Hyperspectral Imaging

Biophysicist Kim came to ARS in 1999 from NASA, where he used reflectance and fluorescence for sensing vegetation remotely from airplanes to check on the planet’s environmental health.

Now, to detect fecal contamination, he senses photosynthetic pigments from plants, but on a much smaller scale, working barely 2 feet from his targets rather than several thousand.

Kim and Lefcourt upgraded and modernized the lab’s existing hyperspectral imaging equipment. The lab uses the hyperspectral system to design commercial inspection systems for poultry and produce.

The instrument, designed and hand-built by the Beltsville team using commercially available components, is called hyperspectral rather than multispectral because it can capture images at up to 256 different wavelengths; a multispectral system generally uses only two to four wavelengths.

“In the research stage, we use over 100 images at many different wavelengths,” Kim says. “But it takes several minutes to scan objects at that many wavelengths. So hyperspectral imaging wouldn’t be practical for commercial operations. But it is valuable because it lets us visualize images across a range of the spectrum. We can then choose a few optimal spectral bands that will get the job done with enough speed and accuracy when used in multispectral imaging systems.”

A multispectral imaging system can scan a whole object in a fraction of a second and is more suitable for real-time use in processing plants, Kim says. The hyperspectral imaging system has “scientific-grade” imaging spectrograph and halogen and fluorescent lamps, all packaged in one unit that sits above a motorized positioning table where the apple is placed. The imaging spectrograph is connected to a computer. For reflectance sensing, visible to near-infrared light comes from quartz halogen bulbs connected to the unit through fiber-optic lines, while fluorescence imaging uses fluorescent lamps. ARS-developed computer software analyzes the hyperspectral images.

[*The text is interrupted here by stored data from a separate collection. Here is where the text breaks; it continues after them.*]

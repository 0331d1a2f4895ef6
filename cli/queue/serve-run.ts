/** A worker's part in one run: its lines are computed in threads, so that this process always answers the queue. */
import {InputError, ReportableError} from "../../lib/errors.ts";
import {type Bench, benchFor} from "../batch/bench.ts";
import {type OpenedRun, withOpenedRun} from "../batch/opened-run.ts";
import {unpackedError} from "../batch/packed-error.ts";
import {type LineNote, openParts, type Parts, type PartsHead} from "../batch/parts.ts";
import type {ThreadAnswer, ThreadData} from "../batch/pool.ts";
import {askedIn} from "../batch/stored-request.ts";
import type {Messages} from "../messages.ts";
import type {Host, Threads} from "../nouns.ts";
import type {Served} from "../options/batch.ts";
import {runDifference} from "../run-difference.ts";
import {mappedHost} from "./folder-map.ts";
import {type Gate, openGate} from "./gate.ts";
import {type LineQueue, type QueuedRun, type TakenLine, TRIES} from "./line-queue.ts";

/** Between two looks at what is left. */
const LOOK_MS = 500;

export interface Shift {
  readonly host: Host;
  readonly messages: Messages;
  readonly quiet: boolean;
  /** Of the worker, among all. */
  readonly name: string;
  readonly queue: LineQueue;
  readonly served: Served;
  stopping(): boolean;
}

/** @returns why the run is refused; undefined once nothing of it is left to take */
export async function serveRun(shift: Shift, run: QueuedRun): Promise<string | undefined> {
  const host = mappedHost(shift.host, shift.served.folders);
  try {
    const head = await openParts(host, run.folder).head();
    if (head === undefined)
      return `This worker finds no run in "${run.folder}", or one of another version of Groundward. Let it see the folder, with --folder FROM=TO where it has another name there.`;
    return await withOpenedRun(
      host,
      head.request,
      (from) => from(askedIn(head.request)),
      async (opened) => {
        if (opened.digest !== run.run) return differenceText(head, opened);
        return serveLines(shift, run, opened, head, openParts(host, run.folder));
      },
    );
  } catch (error) {
    // Of the server: it ends the worker. Everything else is about this run.
    if (error instanceof ReportableError && !error.code.startsWith("queue/")) return error.message;
    throw error;
  }
}

interface Program {
  readonly version?: unknown;
  readonly node?: unknown;
  readonly architecture?: unknown;
}

function differenceText({identity}: PartsHead, opened: OpenedRun): string {
  const [there, here] = [identity.program, opened.identity.program] as [Program, Program];
  if (JSON.stringify(there) !== JSON.stringify(here))
    return `This worker is ${programText(here)}, and the run was begun by ${programText(there)}. Equal bytes need equal programs: install the same on every machine.`;
  return `The run is not the same here: ${runDifference(identity, opened.identity) ?? "its request was replaced"}. Put the files back, or begin the run again with --replace.`;
}

const programText = (program: Program): string =>
  Object.entries(program)
    .map(([name, value]) => `${name} ${value}`)
    .join(", ");

async function serveLines(
  shift: Shift,
  run: QueuedRun,
  opened: OpenedRun,
  {request}: PartsHead,
  parts: Parts,
): Promise<undefined> {
  const {host, messages, queue, served} = shift;
  const count = served.workers ?? host.cores;
  const data: ThreadData = {request, out: run.folder, run: run.run, folders: served.folders};
  const threads = await host.startThreads(count, data);
  const desk: Desk = {shift, opened, parts, threads, bench: benchFor(opened, parts), gate: openGate()};
  let troubled = false;
  const serving = queue.serve(
    run,
    count,
    (line) => answerLine(desk, line),
    (reason) => {
      if (!troubled) messages.note(`The queue is in trouble (${reason}); finished lines are kept.`);
      troubled = true;
    },
  );
  let whole = false;
  try {
    while (!shift.stopping()) {
      await host.pause(LOOK_MS);
      await queue.present(shift.name);
      const {waiting, active} = await queue.state(run);
      troubled = false;
      // What others compute may come back; meanwhile another run may have lines to take.
      if (waiting + active === 0 || (waiting === 0 && (await anotherWaits(queue, run)))) break;
    }
    whole = true;
  } finally {
    await serving.end(!whole);
    await threads.end();
  }
  return undefined;
}

async function anotherWaits(queue: LineQueue, {id}: QueuedRun): Promise<boolean> {
  for (const other of await queue.runs()) if (other.id !== id && (await queue.state(other)).waiting > 0) return true;
  return false;
}

interface Desk {
  readonly shift: Shift;
  readonly opened: OpenedRun;
  readonly parts: Parts;
  readonly threads: Threads;
  readonly bench: Bench;
  readonly gate: Gate;
}

/** @throws what the queue is to try again */
async function answerLine(desk: Desk, line: TakenLine): Promise<void> {
  const {opened, parts, gate} = desk;
  const {index, tries} = line;
  if (tries === 0) return gate.together(() => compute(desk, line));
  const before = (await parts.notes(opened.digest)).get(index);
  if (before !== undefined && (await parts.parcel(before)) !== undefined) return;
  // One that ended its process may end this one too: then no other is in it.
  return gate.alone(() =>
    tries < TRIES ? compute(desk, line) : giveUp(desk, index, "the process that computed it ended each time"),
  );
}

async function compute(desk: Desk, line: TakenLine): Promise<void> {
  await line.begin();
  let answer: ThreadAnswer;
  try {
    answer = (await desk.threads.run(line.index)) as ThreadAnswer;
  } catch (error) {
    if (line.tries + 1 < TRIES) throw error;
    return giveUp(desk, line.index, error instanceof Error ? error.message : String(error));
  }
  // Of what is wrong with every line, such as a full disk: none is to be blamed.
  if ("failure" in answer) throw unpackedError(answer.failure);
  await noted(desk, answer.note);
}

async function giveUp(desk: Desk, index: number, reason: string): Promise<void> {
  const failure = new InputError(
    "queue/line-given-up",
    `The line was given up after ${TRIES} tries: ${reason}. Look at its readings with groundward inspect, give the worker more memory, or leave the line out.`,
  );
  await noted(desk, await desk.bench.giveUp(index, failure));
}

async function noted({shift, parts}: Desk, note: LineNote): Promise<void> {
  await parts.note(note);
  if (!shift.quiet) shift.host.out.write(`${note.line}: ${note.status}\n`);
}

Each Apple Scanned a Hundred Times

The imaging spectrograph scans a moving apple hundreds of times, each time sensing a line across the apple’s surface. The light on each point on the line is spread out like a rainbow by the spectrograph, creating a three-dimensional image.

The positioning table lets the researchers run hundreds of scans of the apple surface, placing the apple in many different positions, while recording the exact position of the apple so a scan can be repeated later. Mathematical algorithms interpret the multiple images.

“The hyperspectral imaging system is versatile and has many research applications besides food safety,” Kim says. Chen agrees that the lab’s hyperspectral imaging equipment can be used in many disciplines and with a variety of agricultural products.